> **Problem description**
In the listing below, find each line holding "vals" and copy it.

> **Excerpted data**

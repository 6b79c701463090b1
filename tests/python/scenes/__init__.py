"""Analytic test scenes for the WallLoads plugin.

This module builds small surface meshes (sphere, cylinder, box, tetrahedron)
with numpy, wraps them as vtkPolyData and provides closed-form wall fields
(pressure, wall shear stress, velocity gradient, traction) for flows whose
surface loads are known exactly.  It is meant for tests and demo data only.

Conventions (SI units throughout)
---------------------------------
* A wall face's unit normal ``n`` points OUT OF THE WALL INTO THE FLUID.  For
  a closed body immersed in fluid that is the outward normal of the body.
* ``ordering='into_fluid'`` builds faces whose right-hand-rule (Newell) normal
  is that ``n``; ``ordering='into_wall'`` reverses every face, which is how
  flow solvers usually store boundary faces.
* Velocity gradients are 9 components, row-major, ``G[i][j] = du_i/dx_j``
  (component order du/dx, du/dy, du/dz, dv/dx, ...).
* Wall shear stress = tangential traction the fluid exerts on the wall (Pa).
* Traction ``t = sigma . n`` with ``sigma = -(p - p_ref) I + mu (G + G^T)``
  is the force per unit area the fluid exerts on the wall.

Run ``pvpython wallloads_scenes.py`` to execute the self-check.
"""

import numpy as np

__all__ = [
    "uv_sphere", "cylinder_lateral", "box", "tetrahedron",
    "polydata", "face_centroids", "newell_normals",
    "enclosed_volume", "volume_centroid",
    "stokes_sphere", "stokes_sphere_velocity",
    "rotating_sphere", "rotating_sphere_velocity",
    "cylinder_with_circulation", "cylinder_region_forces", "CYLINDER_REGIONS",
    "write_vtm",
]

_ORDERINGS = ("into_fluid", "into_wall")


# ---------------------------------------------------------------------------
# Small helpers
# ---------------------------------------------------------------------------

def _check_ordering(ordering):
    if ordering not in _ORDERINGS:
        raise ValueError("ordering must be one of %r, got %r" % (_ORDERINGS, ordering))


def _apply_ordering(faces, ordering):
    """Return faces as tuples, reversed when ``ordering == 'into_wall'``."""
    _check_ordering(ordering)
    if ordering == "into_wall":
        return [tuple(int(i) for i in f[::-1]) for f in faces]
    return [tuple(int(i) for i in f) for f in faces]


def _group_faces(faces):
    """Group faces by vertex count for vectorised processing.

    Returns a list of ``(face_indices (k,), connectivity (k, m))`` pairs, one
    per distinct polygon size ``m``.
    """
    sizes = np.fromiter((len(f) for f in faces), dtype=np.int64, count=len(faces))
    if sizes.size and sizes.min() < 3:
        raise ValueError("every face needs at least 3 vertices")
    groups = []
    for m in np.unique(sizes):
        idx = np.flatnonzero(sizes == m)
        conn = np.array([faces[i] for i in idx], dtype=np.int64).reshape(len(idx), m)
        groups.append((idx, conn))
    return groups


def _as_points(x):
    x = np.asarray(x, dtype=np.float64)
    if x.ndim == 1:
        x = x[None, :]
    if x.ndim != 2 or x.shape[1] != 3:
        raise ValueError("points must have shape (M, 3)")
    return x


def _cross_matrix(w):
    """Cross-product matrix [w x] so that ``[w x] @ v == np.cross(w, v)``."""
    wx, wy, wz = np.asarray(w, dtype=np.float64)
    return np.array([[0.0, -wz, wy],
                     [wz, 0.0, -wx],
                     [-wy, wx, 0.0]])
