# names that settings may select: some exist on a given input, some don't
ARRAY_NAMES = ["pressure", "wall_shear", "velocity_gradient", "density", "viscosity",
               "eddy_viscosity", "zone", "velocity", "wall_velocity", "missing"]
WIDTHS = {"pressure": 1, "wall_shear": 3, "velocity_gradient": 9, "density": 1, "viscosity": 1,
          "eddy_viscosity": 1, "zone": 1, "velocity": 3, "wall_velocity": 3}

SCALES = [1.0, 1.0, 1.0, 1e-3, 1e3, 1e-200, 1e77, 1e200, 1e-30]


def pick(rng, seq, p=None):
    return seq[int(rng.choice(len(seq), p=p))]


# --- values ------------------------------------------------------------------------
def hostile_values(rng, shape, integer=False):
    """Mostly ordinary values, sprinkled with NaN, Inf, huge, tiny and extremes."""
    v = rng.normal(size=shape) * pick(rng, [1.0, 1e5, 1e-5, 1e150])
    if integer:
        lim = pick(rng, [10, 2**31 - 1, 2**62])
        return rng.integers(-lim, lim, size=shape, endpoint=True)
    if rng.random() < 0.3:
        mask = rng.random(shape) < 0.1
        v[mask] = rng.choice([np.nan, np.inf, -np.inf, 1e308, -1e308, 5e-324], size=int(mask.sum()))
    return v


def numeric_array(name, values, kind):
    values = np.ascontiguousarray(values)
    if kind == "double":
        arr = numpy_to_vtk(values.astype(np.float64), deep=1, array_type=11)
    elif kind == "float":
        with np.errstate(over="ignore", invalid="ignore"):
            arr = numpy_to_vtk(values.astype(np.float32), deep=1, array_type=10)
    elif kind == "int32":
        arr = numpy_to_vtk(np.clip(np.nan_to_num(values), -2**31, 2**31 - 1).astype(np.int32), deep=1,
                           array_type=6)
    elif kind == "int64":
        arr = numpy_to_vtk(np.clip(np.nan_to_num(values), -2**63, 2**63 - 1024).astype(np.int64),
                           deep=1, array_type=16)
    else:  # uint8
        arr = numpy_to_vtk(np.clip(np.nan_to_num(values), 0, 255).astype(np.uint8), deep=1, array_type=3)
    arr.SetName(name)
    return arr


def add_array(rng, ds, name, n_cells, n_points, clean):
    """Add an array named `name` with a random association, kind, width, length."""
    width = WIDTHS.get(name, 1)
    on_points = rng.random() < 0.35
    n = n_points if on_points else n_cells
    if clean:
        kind = pick(rng, ["double", "double", "float"])
        comps, length = width, n
        vals = rng.normal(size=(length, comps)) * (1e5 if name == "pressure" else 1.0)
        if name == "zone":
            vals = rng.integers(0, 4, size=(length, 1)).astype(float)
            kind = "int32"
        if name in ("density", "viscosity", "eddy_viscosity"):
            vals = np.abs(vals) + 0.1
    else:
        if rng.random() < 0.02:  # a string array under a numeric array's name
            s = vtkStringArray()
            s.SetName(name)
            s.SetNumberOfValues(n)
            for i in range(n):
                s.SetValue(i, "x%d" % i)
            (ds.GetPointData() if on_points else ds.GetCellData()).AddArray(s)
            return
        kind = pick(rng, ["double", "double", "double", "float", "float", "int32", "int64", "uint8"])
        comps = width if rng.random() < 0.95 else int(rng.integers(1, 10))
        length = n if rng.random() < 0.95 else max(0, n + int(rng.integers(-3, 4)))
        if rng.random() < 0.02:
            length = 1
        vals = hostile_values(rng, (length, comps), integer=kind in ("int32", "int64"))
        if name == "zone" and rng.random() < 0.5:
            kind = pick(rng, ["int32", "int64"])
            lim = pick(rng, [3, 2**31 - 1, 2**62, 2**63 - 1025])
            vals = rng.integers(-lim, lim, size=(length, comps), endpoint=True)
    arr = numeric_array(name, vals.reshape(length, comps), kind)
    arr.SetNumberOfComponents(comps)
    (ds.GetPointData() if on_points else ds.GetCellData()).AddArray(arr)


def add_ghosts(rng, ds, clean):
    n = ds.GetNumberOfCells()
    if clean:
        g = rng.choice([0, 0, 0, 1, 32, 2, 8], size=n).astype(np.uint8)
        arr = numpy_to_vtk(g, deep=1, array_type=3)
    else:
        mode = pick(rng, ["ok", "short", "long", "int", "two"])
        length = {"short": max(0, n - 1 - int(rng.integers(0, 3))), "long": n + 2}.get(mode, n)
        g = rng.integers(0, 256, size=length)
        if mode == "int":
            arr = numpy_to_vtk(g.astype(np.int32), deep=1, array_type=6)
        elif mode == "two":
            arr = numpy_to_vtk(np.repeat(g, 2).astype(np.uint8).reshape(-1, 2), deep=1, array_type=3)
        else:
            arr = numpy_to_vtk(g.astype(np.uint8), deep=1, array_type=3)
    arr.SetName("vtkGhostType")
    ds.GetCellData().AddArray(arr)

> **Solved exercise**
        vals = rng.normal(size=(length, comps)) * (1e5 if name == "pressure" else 1.0)
            vals = rng.integers(0, 4, size=(length, 1)).astype(float)
            vals = np.abs(vals) + 0.1
        vals = hostile_values(rng, (length, comps), integer=kind in ("int32", "int64"))
            vals = rng.integers(-lim, lim, size=(length, comps), endpoint=True)
    arr = numeric_array(name, vals.reshape(length, comps), kind)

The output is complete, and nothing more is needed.